蒲生氏鄉看了看我又把目光轉向地面,對於這樣一個對手他也談不上任何把握。
“孫子言‘知己知彼’,說完了敵人再說說我們自己吧!”我強自振奮到。
“其實本家的問題全在殿下眼中,一切也都無可奈何了!”他苦笑道:“雖說主公命殿下與羽柴、柴田兩位合兵一處,就綜合勢力雖無可說,但其實卻是個不勝之師。殿下與羽柴殿下縱然接受柴田殿下的指揮,但實際上不可能心無怨念。再說勝則無益、敗則有過,大家又怎麽會眾志成城!”
“嗯……”我默默地點了點頭,實際上這也正是我所憂慮的。
“猴子”對於功利的熱切使他事必爭先,要想趕在他前面通常幾乎是不可能的。可此次出兵我雖然道路比他近些,但卻是從所屬四國調集的兵馬,他的人馬集中於播磨,可此刻的路途卻足足比我晚了七天。這種狀態下,他的意圖也就大概可以猜到了!
不說別人單說我自己,也不可能拿著老本去給柴田勝家當炮灰。就算我真的大公無私(傻)到了這個地步,柴田勝家也決不會念到我絲毫好處。到時候三路大軍聚集一處,勝則相爭敗必諉過,要打勝仗那倒是出了奇跡!
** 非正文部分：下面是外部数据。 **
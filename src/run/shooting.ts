/**
 * One shooting step on the slow state of the converter: the output capacitor voltage. The tank
 * settles within tens of cycles, but the output capacitor approaches its equilibrium with the time
 * constant Co (ESR + Rth || RL), hundreds of cycles with a large capacitor. Waiting that out is
 * what a plain transient run does. Instead, one window of whole cycles gives the capacitor's
 * average current; with the output resistance seen by the capacitor, the equilibrium voltage
 * follows at once, and the next run starts from it: a Newton step on the periodic-steady-state
 * condition "capacitor charge balanced over a cycle" (T. J. Aprille, T. N. Trick, "Steady-state
 * analysis of nonlinear circuits with periodic inputs", Proc. IEEE, vol. 60, no. 1, pp. 108-114,
 * 1972, applied here to the one slow state only). When two windows at different voltages exist, the
 * resistance is their secant slope instead of a model estimate.
 */
import type { Design } from '../design/types.js';
import type { Corner } from '../corners/types.js';
import { predictCorner } from '../fha/predict.js';
import { solveSteadyState } from '../tdmodel/index.js';
import type { DeckSeed } from '../netlist/types.js';
import { modelParams } from '../ideal/params.js';

/** Averages of one window: output capacitor voltage, V, and capacitor current, A. */
export interface SlowPoint {
  vco: number;
  icap: number;
}

/**
 * Equilibrium capacitor voltage predicted from one window, V. Near the equilibrium V* the
 * capacitor current is linear in its voltage, i = (V* - v) / R; averaged over the window that is
 * avg(i) = (V* - avg(v)) / R, so V* = avg(v) + R avg(i) exactly for a linear source, whatever the
 * window length. `r` is the resistance the capacitor sees (ESR + Rth || RL), ohm.
 */
export function equilibriumVoltage(p: SlowPoint, r: number): number {
  return p.vco + r * p.icap;
}

/** Resistance seen by the capacitor from two windows at different voltages, ohm; null when not positive and finite. */
export function secantResistance(a: SlowPoint, b: SlowPoint): number | null {
  const r = -(b.vco - a.vco) / (b.icap - a.icap);
  return Number.isFinite(r) && r > 0 ? r : null;
}

/** Change of the tank state at t = 0 per ampere of rectifier output current, along the slow manifold (A/A, V/A). */
export interface SlowDirection {
  ir: number;
  im: number;
  vcr: number;
}

/** The slow mode of one operating point: the resistance the capacitor sees and the tank's drift with it. */
export interface SlowMode {
  /** ESR + Rth || RL, ohm. */
  r: number;
  /** Tank state change per ampere of rectifier output current at a fixed frequency (zero when unknown). */
  direction: SlowDirection;
}

/**
 * Slow mode of the converter at this operating point, from the ideal time-domain model solved at
 * two loads 1 % apart: the output resistance Rth = -dVo/dIo, and how the tank's periodic state moves
 * with the current it delivers. The tank's periodic state depends on the clamped output voltage, not
 * on the load, so the two solutions are two points of the quasi-static curve the tank follows while
 * the output capacitor charges. Moving the tank state with the restart keeps it consistent: behind a
 * stiff output (small Rth) the tank state moves a lot per volt, and a capacitor voltage set alone
 * starts a new tank transient. The move is taken per ampere, not per volt: the current change is
 * measured in the simulation, while the model's Rth may be off (its diode is VF + rd i, the deck's
 * is exponential). FHA's Rth and no tank move where the model fails.
 */
export function slowMode(design: Design, corner: Corner, fs: number): SlowMode {
  const rl = corner.load;
  const par = (rth: number) => (Number.isFinite(rth) && rth > 0 ? (rth * rl) / (rth + rl) : rl);
  try {
    const p = modelParams(design, corner, fs);
    const a = solveSteadyState(p, rl);
    const b = solveSteadyState(p, rl * 1.01, { guess: a.seed, voGuess: a.vo });
    const di = b.vo / (rl * 1.01) - a.vo / rl;
    const rth = -(b.vo - a.vo) / di;
    if (!(Number.isFinite(rth) && rth > 0)) throw new Error('no slope');
    const direction = { ir: (b.seed.ir - a.seed.ir) / di, im: (b.seed.im - a.seed.im) / di, vcr: (b.seed.vcr - a.seed.vcr) / di };
    return { r: design.output.esr + par(rth), direction };
  } catch {
    const vo = (r: number) => predictCorner(design, { ...corner, fs, load: r }).vout ?? 0;
    const v1 = vo(rl);
    const v2 = vo(rl * 1.01);
    const rth = -(v2 - v1) / (v2 / (rl * 1.01) - v1 / rl);
    return { r: design.output.esr + par(rth), direction: { ir: 0, im: 0, vcr: 0 } };
  }
}

/**
 * The restart state of a shooting step from the window point p and its predicted equilibrium vEq:
 * the capacitor at vEq, the tank state moved along the slow direction by the rectifier current
 * change that equilibrium needs, (vEq - p.vco) / RL - p.icap (at equilibrium the rectifier delivers
 * exactly the load current; now it delivers the load current plus p.icap).
 */
export function shootState(state: DeckSeed, p: SlowPoint, vEq: number, load: number, d: SlowDirection): DeckSeed {
  const di = (vEq - p.vco) / load - p.icap;
  return { ...state, vo: vEq, ir: state.ir + d.ir * di, im: state.im + d.im * di, vcr: state.vcr + d.vcr * di };
}
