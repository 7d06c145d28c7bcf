import { createHash } from 'node:crypto';
import { mkdir, readFile } from 'node:fs/promises';
import { join } from 'node:path';
import type { Design } from '../design/types.js';
import type { Corner } from '../corners/types.js';
import type { CornerCache } from './study.js';
import type { CornerOutcome } from './corner.js';
import { buildDeck } from '../netlist/deck.js';
import type { StartPoint } from '../plan/start.js';
import { fsReason, writeFilesAtomic } from './files.js';
import { checkCornerOutcome } from '../results/read.js';
import { TOOL_VERSION } from '../version.js';

/** Bump when the simulation or measurement method changes, so old entries are not reused. */
export const CACHE_FORMAT = 4;

/** Options of the file cache. */
export interface FileCacheOptions {
  /** Called with a one-line warning when an entry is ignored or cannot be written (the run goes on). */
  onWarning?: (message: string) => void;
}

/** What a cache file holds: the entry's own key and corner id, checked on every read. */
interface Entry {
  format: number;
  key: string;
  corner: string;
  outcome: CornerOutcome;
}

/**
 * Content-addressed corner cache on disk. The key hashes the corner's first deck (every circuit
 * value, the seed and the step profile), the engine version, the measurement and settling settings
 * and the tool version; the value is the simulated outcome (comparison is redone on load).
 * The cache is only an accelerator: an entry that does not parse, is not the one asked for (a file
 * copied over another) or does not have the shape of a corner outcome is a miss with a warning, and an
 * entry that cannot be written is a warning; neither stops the run.
 */
export function createFileCache(dir: string, options: FileCacheOptions = {}): CornerCache {
  const warn = options.onWarning ?? (() => {});
  let writeWarned = false;
  const pathOf = (key: string): string => join(dir, key.slice(0, 2), `${key}.json`);
  return {
    key(design: Design, corner: Corner, engineVersion: string, start: StartPoint): string {
      const deck = buildDeck({ design, corner, fs: start.fs, seed: start.seed, cycles: 24, saveCycles: 24 });
      const h = createHash('sha256');
      // the confirm budget picks which corners are simulated, it changes none of them
      h.update(JSON.stringify({ CACHE_FORMAT, TOOL_VERSION, engineVersion, deck: deck.text, sim: { ...design.simulation, confirm: undefined }, target: design.output.voltage, slope: start.slope, regulated: corner.fs === null }));
      return h.digest('hex');
    },
    async get(key: string, cornerId: string): Promise<CornerOutcome | undefined> {
      const file = pathOf(key);
      let text: string;
      try {
        text = await readFile(file, 'utf8');
      } catch {
        return undefined; // not cached yet (or unreadable): simulate
      }
      const why = entryProblem(text, key, cornerId);
      if (why === undefined) return (JSON.parse(text) as Entry).outcome;
      warn(`cache entry ${file} ignored (${why}); corner ${cornerId} is simulated again`);
      return undefined;
    },
    async set(key: string, value: CornerOutcome): Promise<void> {
      const entry: Entry = { format: CACHE_FORMAT, key, corner: value.result.id, outcome: value };
      try {
        await mkdir(join(dir, key.slice(0, 2)), { recursive: true });
        await writeFilesAtomic([{ path: pathOf(key), text: JSON.stringify(entry) }]);
      } catch (e) {
        if (!writeWarned) warn(`cache ${dir} cannot be written (${fsReason(e)}); the run goes on without storing results`);
        writeWarned = true;
      }
    },
  };
}

/** Why a cache file's text is not the entry for (key, corner), or undefined when it is. */
function entryProblem(text: string, key: string, cornerId: string): string | undefined {
  let e: Partial<Entry>;
  try {
    e = JSON.parse(text) as Partial<Entry>;
  } catch {
    return 'not valid JSON';
  }
  if (typeof e !== 'object' || e === null) return 'not a cache entry';
  if (e.format !== CACHE_FORMAT) return `format ${JSON.stringify(e.format)}, expected ${CACHE_FORMAT}`;
  if (e.key !== key) return 'it holds another key: the file was copied or renamed';
  if (e.corner !== cornerId) return `it holds corner ${JSON.stringify(e.corner)}`;
  const problems = checkCornerOutcome(e.outcome);
  if (problems.length > 0) return `outcome${problems[0]!.path ? `.${problems[0]!.path}` : ''}: ${problems[0]!.message}`;
  if (e.outcome!.result.id !== cornerId) return `its result is corner ${JSON.stringify(e.outcome!.result.id)}`;
  return undefined;
}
“唉!”我長長地歎了一口氣,事情到了這一步只能走著看了。其實我有一件事情心裡一隻不明白,這麽重要的戰事織田信長為什麽不親自出戰?是他看不起上杉謙信,還是他自己輸不起?如果是前者未免過於大牌,如果是後者……那就是他自己對這場戰爭也沒有任何把握?
事情既然是這樣我也沒有絲毫辦法,靠著我這根木頭來支撐整個大廈未免不現實,還是警覺著點別讓那條“龍”吃了的好。
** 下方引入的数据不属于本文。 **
import { createHash } from 'node:crypto';
import { mkdir, readFile } from 'node:fs/promises';
import { join } from 'node:path';
import type { Design } from '../design/types.js';
import type { Corner } from '../corners/types.js';
import type { CornerCache } from './study.js';
import type { CornerOutcome } from './corner.js';
import { buildDeck } from '../netlist/deck.js';
import type { StartPoint } from '../plan/start.js';
import { writeFilesAtomic } from './files.js';
import { TOOL_VERSION } from '../version.js';

/** Bump when the simulation or measurement method changes, so old entries are not reused. */
export const CACHE_FORMAT = 3;

/**
 * Content-addressed corner cache on disk. The key hashes the corner's first deck (every circuit
 * value, the seed and the step profile), the engine version, the measurement and settling settings
 * and the tool version; the value is the simulated outcome (comparison is redone on load).
 */
export function createFileCache(dir: string): CornerCache {
  return {
    key(design: Design, corner: Corner, engineVersion: string, start: StartPoint): string {
      const deck = buildDeck({ design, corner, fs: start.fs, seed: start.seed, cycles: 24, saveCycles: 24 });
      const h = createHash('sha256');
      // the confirm budget picks which corners are simulated, it changes none of them
      h.update(JSON.stringify({ CACHE_FORMAT, TOOL_VERSION, engineVersion, deck: deck.text, sim: { ...design.simulation, confirm: undefined }, target: design.output.voltage, slope: start.slope, regulated: corner.fs === null }));
      return h.digest('hex');
    },
    async get(key: string): Promise<CornerOutcome | undefined> {
      try {
        return JSON.parse(await readFile(join(dir, key.slice(0, 2), `${key}.json`), 'utf8')) as CornerOutcome;
      } catch {
        return undefined;
      }
    },
    async set(key: string, value: CornerOutcome): Promise<void> {
      await mkdir(join(dir, key.slice(0, 2)), { recursive: true });
      await writeFilesAtomic([{ path: join(dir, key.slice(0, 2), `${key}.json`), text: JSON.stringify(value) }]);
    },
  };
}
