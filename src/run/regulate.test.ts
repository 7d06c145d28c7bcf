import { describe, expect, it } from 'vitest';
import { deadTimeProblem, peakBracket } from './regulate.js';

describe('peakBracket: the target above the peak gain', () => {
  // The output rises with frequency in the capacitive region and falls in the inductive one
  // (common practice for the LLC gain curve), so the peak lies between a capacitive point and an
  // inductive point above it in frequency.
  it('a capacitive point and an inductive point above it, both below the target, bracket the peak', () => {
    expect(peakBracket([{ fs: 48e3, v: 19.8, region: 'capacitive' }, { fs: 55e3, v: 19.1, region: 'inductive' }], 24)).toEqual([48e3, 55e3]);
  });
  it('no bracket while every point is on one side, or a point between reaches the target', () => {
    expect(peakBracket([{ fs: 48e3, v: 19.8, region: 'capacitive' }, { fs: 40e3, v: 15, region: 'capacitive' }], 24)).toBeNull();
    expect(peakBracket([{ fs: 80e3, v: 23, region: 'inductive' }, { fs: 70e3, v: 23.5, region: 'inductive' }], 24)).toBeNull();
    expect(peakBracket([{ fs: 48e3, v: 19.8, region: 'capacitive' }, { fs: 60e3, v: 19, region: 'inductive' }, { fs: 52e3, v: 24.5, region: 'inductive' }], 24)).toBeNull();
  });
});

describe('deadTimeProblem: the fixed-frequency rule at any frequency', () => {
  it('accepts td < T/2 and names the frequency and half period otherwise', () => {
    expect(deadTimeProblem(200e-9, 100e3)).toBeNull();
    expect(deadTimeProblem(6e-6, 114.2e3)).toMatch(/dead time 6 us is not shorter than half the switching period at 114.2 kHz \(4.378 us\)/);
    expect(deadTimeProblem(5e-6, 100e3)).not.toBeNull(); // exactly half: refused, as in the design check
  });
});
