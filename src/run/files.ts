import { constants } from 'node:fs';
import { mkdir, open, rename, writeFile, rm } from 'node:fs/promises';
import { dirname, resolve, relative, isAbsolute, join } from 'node:path';

/**
 * Write files atomically: each goes to a temporary sibling first and is renamed into place, so a
 * reader never sees a half-written file. All are written before any is renamed; on error the
 * temporaries are removed and no target is touched.
 */
export async function writeFilesAtomic(files: { path: string; text: string }[]): Promise<void> {
  const temps: string[] = [];
  try {
    for (const f of files) {
      await mkdir(dirname(f.path), { recursive: true });
      const tmp = `${f.path}.tmp-${process.pid}-${temps.length}`;
      temps.push(tmp);
      await writeFile(tmp, f.text);
    }
    for (const [i, f] of files.entries()) await rename(temps[i]!, f.path);
  } catch (e) {
    await Promise.all(temps.map((t) => rm(t, { force: true })));
    throw e;
  }
}

/** Path of `name` inside `dir`; refuses names that would escape it (corner ids are already safe). */
export function insideDir(dir: string, name: string): string {
  const p = resolve(dir, name);
  const rel = relative(resolve(dir), p);
  if (rel.startsWith('..') || isAbsolute(rel) || rel === '') throw new Error(`refusing to write outside ${dir}: ${name}`);
  return join(dir, rel);
}

/**
 * Read a regular file as UTF-8 text, at most `maxBytes`. Anything else (a FIFO, a device, a folder) is
 * refused without blocking on it: the open is non-blocking, and the type is checked before reading.
 */
export async function readRegularFile(path: string, maxBytes: number): Promise<{ text: string } | { error: string }> {
  let handle;
  try {
    handle = await open(path, constants.O_RDONLY | (constants.O_NONBLOCK ?? 0));
    const st = await handle.stat();
    if (st.isDirectory()) return { error: 'is a folder, not a file' };
    if (!st.isFile()) return { error: 'is not a regular file (a pipe, device or socket cannot be read here)' };
    if (st.size > maxBytes) return { error: `is larger than ${maxBytes} bytes` };
    return { text: await handle.readFile('utf8') };
  } catch (err) {
    return { error: fsReason(err) };
  } finally {
    await handle?.close();
  }
}

/** A file-system error in words, with its code (ENOENT, EACCES, ...). */
export function fsReason(err: unknown): string {
  const code = (err as NodeJS.ErrnoException).code;
  const words: Record<string, string> = {
    ENOENT: 'does not exist', EACCES: 'permission denied', EPERM: 'operation not permitted', EISDIR: 'is a folder, not a file',
    ENOTDIR: 'a part of the path is a file, not a folder', EROFS: 'read-only file system', ENOSPC: 'no space left on the device',
    EEXIST: 'already exists', ELOOP: 'too many symbolic links',
  };
  return code && words[code] ? `${words[code]} (${code})` : err instanceof Error ? err.message : String(err);
}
“主公!”加藤段藏這時騎馬從前面匆匆趕來,神色間帶著一股風霜之色。
“段藏?”我一愣勒住了座下的戰馬,有些意外於他的出現。這次我派他先期到達主戰的越中地區偵查情況,上杉謙信的監視另有人負責,那他怎麽會回來了?
“主公,上杉謙信動了!”加藤段藏飛速來到我的面前,有些緊張地對我說到。
“還有別的什麽嗎?”我心裡有些責怪他的沉不住氣,上杉謙信這時發兵也很正常。現在更應該密切注視他的動向,怎麽能一點兒狀況就親自回來。
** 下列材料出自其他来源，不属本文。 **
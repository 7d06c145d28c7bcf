import type { Design } from '../design/types.js';
import type { Corner } from '../corners/types.js';
import type { FhaResult } from '../fha/types.js';
import type { SimEngine } from '../engine/types.js';
import type { Waveforms } from '../measure/types.js';
import type { CornerResult, SimSummary, WaveformExcerpt } from '../results/types.js';
import { failed, simulated } from '../results/build.js';
import { compareCorner } from '../compare/compare.js';
import { evaluateLimits } from '../limits/evaluate.js';
import { simulateSteady } from './steady.js';
import { deadTimeProblem, regulate, type RegulateResult } from './regulate.js';
import { unreachableResult } from './unreachable.js';
import { formatSi } from '../units/index.js';
import { startPoint, type SeedMethod, type StartPoint } from '../plan/start.js';
import { excerpt } from '../report/excerpt.js';
import { idealCorner, withIdeal, type IdealOutcome } from '../ideal/index.js';

export interface CornerRunOptions {
  signal?: AbortSignal;
  timeoutMs?: number;
  /** How runs start. @default 'model' */
  seed?: SeedMethod;
  /** A start already computed (the study computes it once for the cache key too). */
  start?: StartPoint;
  /** The ideal model's outcome, computed once by the study (for the start and the comparison). */
  ideal?: IdealOutcome;
}

export interface CornerOutcome {
  result: CornerResult;
  waveform?: WaveformExcerpt;
}

export { cornerInputs } from '../results/build.js';

/**
 * Simulate one corner to a verified steady state (regulated: at the frequency that meets
 * output.voltage), measure it and compare it with FHA. Never throws for simulator problems:
 * they come back as a failed corner with the simulator's reason.
 */
export async function simulateCorner(engine: SimEngine, design: Design, corner: Corner, fha: FhaResult,
  opts: CornerRunOptions = {}): Promise<CornerOutcome> {
  const regulated = corner.fs === null;
  const steadyOpts = { tolerance: design.simulation.settleTolerance, maxCycles: design.simulation.maxCycles, signal: opts.signal, timeoutMs: opts.timeoutMs };
  const ideal = opts.ideal ?? idealCorner(design, corner, fha);
  const start = opts.start ?? startPoint(design, corner, fha, opts.seed, ideal);
  let steady;
  let simulations = 1;
  let cycles;
  let runs;
  let regulationMet = true;
  let unreachable: RegulateResult['unreachable'];
  if (regulated) {
    // The dead-time rule of the fixed-frequency check, at the frequency FHA solved for this corner.
    const dt = fha.fs !== null ? deadTimeProblem(design.switches.deadTime, fha.fs) : null;
    if (dt) return { result: withIdeal(failed(corner, fha, { kind: 'dead-time', message: `FHA regulates this corner at ${formatSi(fha.fs!, 'Hz')}: ${dt}` }), ideal) };
    const r = await regulate(engine, design, corner, start.fs, start.seed, start.slope, steadyOpts);
    if (r.deadTime) return { result: withIdeal(failed(corner, fha, { kind: 'dead-time', message: `the frequency search reached ${formatSi(r.deadTime.fs, 'Hz')}: ${r.deadTime.message}` }), ideal) };
    steady = r.steady!;
    ({ simulations, cycles, runs, unreachable } = r);
    regulationMet = r.met;
  } else {
    steady = await simulateSteady(engine, design, corner, start.fs, start.seed, steadyOpts);
    ({ cycles, runs } = steady);
  }
  if (!steady.ok || !steady.metrics) {
    return { result: withIdeal(failed(corner, fha, steady.failure ?? { kind: 'engine', message: 'no result' }, undefined, evaluateLimits(design, corner.vin, fha, null, ideal.ideal)), ideal) };
  }
  const sim: SimSummary = { ...steady.metrics, cycles, runs, simulations, settled: steady.settled, settleError: steady.settleError,
    chargeBalanceError: steady.chargeBalanceError, periodicityError: steady.periodicityError };
  if (unreachable) {
    const result = withIdeal(unreachableResult(design, corner, fha, { ...sim, closest: unreachable.closest }), ideal);
    return { result, waveform: excerpt(corner.id, steady.waveforms as Waveforms, steady.windowStart, steady.windowCycles) };
  }
  const cmp = compareCorner(design, fha, steady.metrics, regulated, ideal.ideal);
  const measured = { sim, comparison: cmp.rows, divergences: cmp.divergences, checks: evaluateLimits(design, corner.vin, fha, sim, ideal.ideal) };
  const result: CornerResult = withIdeal(regulationMet ? simulated(corner, fha, measured)
    : failed(corner, fha, { kind: 'regulation', message: `no switching frequency met ${design.output.voltage} V within 0.5 % in ${simulations} simulations (closest ${steady.metrics.vout.toPrecision(5)} V at ${(steady.fs / 1e3).toPrecision(5)} kHz)` }, measured), ideal);
  return { result, waveform: excerpt(corner.id, steady.waveforms as Waveforms, steady.windowStart, steady.windowCycles) };
}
“大前天屬下接到上杉謙信離開春日山城的消息,可僅用了一天他就掃平了能登的親織田勢力……”
“什麽?!”這回是我大驚小怪了,沒想到上杉謙信如此的迅速。因為兩大勢力的交惡,能登地區出現了一定的分裂,沒想到他居然能如此迅速的搞定。“都完了嗎?”我難以置信地問到。
“遊佐、長續、溫井三家全完了,越後軍現在估計此刻已經進抵越中邊境了!”加藤段藏輕輕地喘了一口氣。“因為怕主公想要了解詳細情況而信上又說不清楚,屬下這才匆匆趕回!”
“上杉謙信出動了多少部隊?”想了半天后我問到。
“大約有38000人,其中有10000左右的騎兵!”加藤段藏對我說到。“……不過越後的騎兵多為輕騎,盔甲比一般足輕強不了多少,武器也以長槍為主!”
近四萬的人馬跨國作戰只需要一天,上杉謙信實在是太可怕了!“今天就在這裡扎營!”我對手下傳令到。“給我仔細講講上杉謙信是怎麽做到的!”我又對加藤段藏說到。